Mekanisme Penetapan Upah Minimum
-
Dewan Pengupahan Daerah
Dewan Pengupahan Daerah bertugas melakukan perhitungan kenaikan upah minimum berdasarkan data ekonomi dan kondisi pasar tenaga kerja. Hasil perhitungan ini kemudian disampaikan sebagai rekomendasi kepada gubernur. -
Gubernur Wajib Menetapkan Upah Minimum
Gubernur memiliki kewajiban untuk menetapkan upah minimum provinsi dan kabupaten/kota. Batas waktu paling lambat adalah 24 Desember 2025 untuk tahun 2026. -
Upah Minimum Sektoral
Selain UMP dan UMK, gubernur juga wajib menetapkan Upah Minimum Sektoral Provinsi (UMSP). Di tingkat kabupaten/kota, gubernur dapat menetapkan Upah Minimum Sektoral Kabupaten/Kota (UMSK) jika diperlukan.

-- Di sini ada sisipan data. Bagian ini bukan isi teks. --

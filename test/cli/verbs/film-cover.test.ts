/** `film` accounts for all the light, also under glass, where the cover takes a part of its own. */
import { describe, expect, it } from "vitest";
import { filmText } from "../../../cli/text/film.ts";
import {
  type FilmStackAnswer,
  type FilmStackDescription,
  filmStack,
  materialByName,
  siliconNitride,
} from "../../../engine/index.ts";

const base: FilmStackDescription = {
  light: { fromNm: 300, toNm: 1100, stepNm: 10, angleDeg: 0, polarisation: "both", weight: "photons" },
  seenFrom: "glass",
  film: [{ material: siliconNitride(2.06), thicknessNm: 80 }],
  surface: { kind: "polished" },
  substrate: materialByName("silicon"),
};
const cases: [string, Partial<FilmStackDescription>][] = [
  ["on polished silicon", {}],
  ["on pyramids", { surface: { kind: "pyramids", facetAngleDeg: 52 } }],
  ["aslant", { light: { ...base.light, angleDeg: 40 } }],
  ["without a film", { film: [] }],
];

const parts = ({ current_ma_cm2: c }: FilmStackAnswer): number =>
  c.reflected + c.absorbed_in_cover + c.absorbed_in_film.reduce((a, b) => a + b, 0) + c.into_substrate;

describe("the currents of a stack", () => {
  it.each(cases)("under glass %s add up to what is available", (_, more) => {
    const answer = filmStack({ ...base, ...more });
    // the cover's part comes from the cover alone, so this is conservation below it; the tolerance is rounding
    expect(Math.abs(parts(answer) - answer.current_ma_cm2.available)).toBeLessThan(1e-9);
    expect(answer.current_ma_cm2.absorbed_in_cover).toBeGreaterThan(0.1);
  });

  it.each(cases)("in air %s leave nothing in a cover that is not there", (_, more) => {
    const answer = filmStack({ ...base, seenFrom: "air", ...more });
    expect(answer.current_ma_cm2.absorbed_in_cover).toBe(0);
    expect(Math.abs(parts(answer) - answer.current_ma_cm2.available)).toBeLessThan(1e-9);
  });

  it("name the cover's part in the text only where there is one", () => {
    const shown = { light: { fromNm: 300, toNm: 1100, weight: "photons" } };
    expect(filmText(filmStack(base), shown)).toMatch(/absorbed in glass and encapsulant \d\.\d{3},/);
    expect(filmText(filmStack({ ...base, seenFrom: "air" }), shown)).not.toContain("encapsulant");
  });

  it("come from fractions that never leave 0 to 1, not by rounding either", () => {
    // total reflection: everything comes back, and the sums of s and p round both ways
    const light = { ...base.light, angleDeg: 75 };
    const mirror = { ...base, light, seenFrom: { index: 2 }, substrate: materialByName("silica"), film: [] };
    for (const answer of [filmStack(mirror), ...cases.map(([, more]) => filmStack({ ...base, ...more }))])
      for (const value of [...answer.reflectance, ...answer.transmittance, ...answer.absorptance.flat()]) {
        expect(value).toBeLessThanOrEqual(1);
        expect(value).toBeGreaterThanOrEqual(0);
      }
  });
});
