/** `correct` supersedes what was typed wrongly, takes nothing a recording verb would refuse, and makes an old book usable again. */
import { describe, expect, it } from "vitest";
import { answer } from "../../../cli/converse.ts";
import type { World } from "../../../cli/perform.ts";
import type { Workspace } from "../../../recipes/index.ts";
import type { AnyDraft } from "../../../recipes/record/entries.ts";
import { demoLine } from "../../support/desk-line.ts";

interface Got {
  ok: boolean;
  result: Record<string, unknown>;
  error: { code: string; message: string; hint?: string };
}

async function desk() {
  const ws = await demoLine();
  const world: World = {
    ports: ws.ports,
    cwd: "/",
    resolve: () => "/line",
    readFile: () => new Uint8Array(),
    open: new Map([["/line", ws]]),
  };
  const say = async (verb: string, args: Record<string, unknown>) =>
    (await answer(JSON.stringify({ id: 1, verb, args }), world, undefined)) as unknown as Got;
  const correct = (entry: number | string, fields: Record<string, unknown> | string[]) =>
    say("correct", { entry, fields, reason: "mistyped" });
  return { ws, say, correct };
}

const runOf = (ws: Workspace, entry: number) => {
  const run = ws.ledger.runs.get(entry);
  if (!run) throw new Error(`entry ${entry} is not a run`);
  return run;
};

/** A run with one measurement of each kind, as an older version of the program may have written it. */
const draft = (silane: number): AnyDraft => ({
  kind: "run",
  data: {
    chamber: "A2",
    recipe: "blue",
    settings_from: "given",
    steps: [
      {
        settings: {
          silane: { value: silane, unit: "sccm" },
          ammonia: { value: 6880, unit: "sccm" },
          time: { value: 547, unit: "s" },
          power: { value: 8, unit: "kW" },
        },
      },
    ],
    count: 1,
    readings: [
      { gauge: "ellipsometer", on: "polished", index: 2.05, thickness_nm: 84.6 },
      { gauge: "reflectometer", on: "cell", reflectance_minimum_nm: 582 },
    ],
  },
});

describe("correct", () => {
  it("makes a run heard again that an old book holds with a setting that cannot be", async () => {
    const { ws, say, correct } = await desk();
    const [{ seq }] = await ws.book.write(() => [draft(-5)]);
    const measured = async () => (await say("chamber", { name: "A2" })).result["measured_runs"];
    expect(await measured()).toBe(36); // the demo's own: a logarithm of -5 teaches nothing
    const fixed = await correct(seq, { silane: "835 sccm" });
    expect(fixed.result).toMatchObject({ entry: seq + 1, corrects: seq, rests: [] });
    expect(await measured()).toBe(37);
    expect((await say("propose", { chamber: "A2", dry_run: true })).ok).toBe(true);
    expect(runOf(ws, seq).data.steps[0].settings["silane"]).toEqual({ value: 835, unit: "sccm" });
  });

  it("puts each reading where its like was read, adds a setting left out, and takes values away", async () => {
    const { ws, correct } = await desk();
    const [{ seq }] = await ws.book.write(() => [draft(835)]);
    await correct(seq, ["reflectance_minimum=604nm", "weighted_reflectance=1.9%", "index=2.043", "pressure=213Pa"]);
    const { readings, data } = runOf(ws, seq);
    expect(readings[0]).toMatchObject({ gauge: "ellipsometer", index: 2.043, thickness_nm: 84.6 });
    expect(readings[0]).not.toHaveProperty("reflectance_minimum_nm");
    expect(readings[1]).toMatchObject({
      gauge: "reflectometer",
      reflectance_minimum_nm: 604,
      weighted_reflectance_percent: 1.9,
    });
    expect(data.steps[0].settings["pressure"]).toEqual({ value: 213, unit: "Pa" });
    await correct(`#${seq}`, ["index=-", "thickness=-"]);
    expect(runOf(ws, seq).readings.map((one) => one.gauge)).toEqual(["reflectometer"]);
    await correct(seq, ["index=2.05"]);
    expect(runOf(ws, seq).readings.map((one) => one.index)).toEqual([2.05, undefined]);
  });

  it("corrects chamber, count and time of a run, and what was done at a clean", async () => {
    const { ws, correct } = await desk();
    const [{ seq }] = await ws.book.write(() => [draft(835)]);
    await correct(seq, ["chamber=A1", "count=2", "at=2026-03-20T11:00:00Z"]);
    expect(runOf(ws, seq)).toMatchObject({ chamber: "A1", at: "2026-03-20T11:00:00.000Z", data: { count: 2 } });
    const clean = ws.ledger.entries.find((entry) => entry.kind === "clean");
    expect((await correct(clean?.seq ?? -1, ["what=boats only"])).ok).toBe(true);
  });

  it.each([
    [["index=84.1"], "impossible-value", /thickness/],
    [["index=2,043"], "thousands-comma", /2\.043 with a decimal point, or 2043/],
    [["weighted_reflectance=0.02"], "missing-unit", /%/],
    [["at=2026-03-21T10:00:00Z"], "future-time", /happened/],
    [["count=-"], "bad-argument", /cannot be taken away/],
    [["count=1.5"], "not-a-count", /whole number/],
    [["recipe=../x"], "bad-name", /cannot be a name/],
    [["recipe=blu"], "unknown-recipe", /did you mean blue/],
    [["on=moon"], "bad-argument", /polished or cell/],
    [["gauge=ruler"], "unknown-gauge", /ellipsometer/],
    [["silane=80sccm"], "impossible-setting", /digit dropped/],
    [["silan=800sccm"], "no-such-field", /did you mean silane/],
    [["constructor=3"], "no-such-field", /index=2\.043/],
    [["index=2.04", "index=2.05"], "given-twice", /index/],
    [["on=cell"], "no-such-field", /2 readings/],
  ])("refuses %j, and writes nothing", async (fields, code, says) => {
    const { ws, correct } = await desk();
    const [{ seq }] = await ws.book.write(() => [draft(835)]);
    const { error } = await correct(seq, fields);
    expect(error.code).toBe(code);
    expect(`${error.message} ${error.hint}`).toMatch(says);
    expect(ws.ledger.entries).toHaveLength(seq + 1);
  });

  it.each(["", "1e1", "-3", "x"])("refuses the entry number %j", async (entry) => {
    const { correct } = await desk();
    expect((await correct(entry, ["index=2.05"])).error.code).toBe("no-such-entry");
  });
});
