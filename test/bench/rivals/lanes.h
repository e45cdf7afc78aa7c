/*
 * What one interface and one layer do to a block of wavelengths, in loops the compiler turns into vector instructions (a short
 * loop is unrolled before it can be a vector: compile with BLOCK at the length of the grid, to the next multiple of 8).
 */
#ifndef BLOCK
#define BLOCK 32
#endif
#if BLOCK % 8
#error "BLOCK is a multiple of 8"
#endif
/* Least |q^2|, as in engine/optics/fresnel.ts. */
#define SMALLEST 1e-12
#define EACH for (int l = 0; l < BLOCK; l++)
#define inline_always static inline __attribute__((always_inline))

typedef double lanes[BLOCK];

/* Re q, Im q of n - ik where (n0 sin theta0)^2 is `along`; see engine/optics/fresnel.ts for the root. */
inline_always void normal_index(const double *nn, const double *kk, const double *along, double *re, double *im) {
  EACH {
    double a = nn[l] * nn[l] - kk[l] * kk[l] - along[l];
    double b = 2 * nn[l] * kk[l];
    double size = sqrt(a * a + b * b);
    double large = sqrt(0.5 * (size + fabs(a)));
    large = size < SMALLEST ? sqrt(SMALLEST) : large;
    double small = size < SMALLEST ? 0 : b / (2 * large);
    int forward = a >= 0 || size < SMALLEST;
    re[l] = forward ? large : small;
    im[l] = forward ? -small : -large;
  }
}

/* u and v of the interface from a to b: difference and sum of the admittances, for p multiplied by both q. */
inline_always void interface(int p, const double *na, const double *ka, const double *qa, const double *ia,
                             const double *nb, const double *kb, const double *qb, const double *ib, double *ur,
                             double *ui, double *vr, double *vi) {
  EACH {
    double ar = qa[l], ai = ia[l], br = qb[l], bi = ib[l];
    if (p) {
      double ea = na[l] * na[l] - ka[l] * ka[l], fa = -2 * na[l] * ka[l];
      double eb = nb[l] * nb[l] - kb[l] * kb[l], fb = -2 * nb[l] * kb[l];
      ar = ea * qb[l] - fa * ib[l];
      ai = ea * ib[l] + fa * qb[l];
      br = eb * qa[l] - fb * ia[l];
      bi = eb * ia[l] + fb * qa[l];
    }
    ur[l] = ar - br;
    ui[l] = ai - bi;
    vr[l] = ar + br;
    vi[l] = ai + bi;
  }
}

/* exp(-2 i delta) of a layer, from 4 pi q / lambda and the thickness. Sine and cosine apart, so that both can be vectors. */
inline_always void phase(const double *tr, const double *ti, double d, int loses, double *er, double *ei) {
  lanes x;
  EACH x[l] = tr[l] * d;
#ifdef __FAST_MATH__
  EACH er[l] = cos(x[l]);
  EACH ei[l] = -sin(x[l]);
#else
  EACH {
    double sine, cosine;
    sincos(x[l], &sine, &cosine);
    er[l] = cosine;
    ei[l] = -sine;
  }
#endif
  if (!loses) return;
#ifdef __FAST_MATH__
  EACH x[l] = exp(ti[l] * d);
#else
  EACH x[l] = ti[l] == 0 ? 1 : exp(ti[l] * d);
#endif
  EACH er[l] *= x[l];
  EACH ei[l] *= x[l];
}

/* Whether any of these is not zero. */
inline_always int any(const double *values) {
  int found = 0;
  EACH found |= values[l] != 0;
  return found;
}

Harapan Menteri Ketenagakerjaan
Yassierli berharap kebijakan pengupahan yang diatur dalam PP Pengupahan dapat memberikan manfaat nyata bagi pekerja, pengusaha, dan pemerintah. Dengan adanya regulasi ini, diharapkan dapat menciptakan keseimbangan antara kesejahteraan pekerja dan stabilitas ekonomi.
Ia juga berharap kebijakan ini dapat menjadi contoh dalam pengaturan pengupahan di masa depan. Dengan demikian, semua pihak dapat saling mendukung dalam mencapai tujuan pembangunan nasional yang berkelanjutan.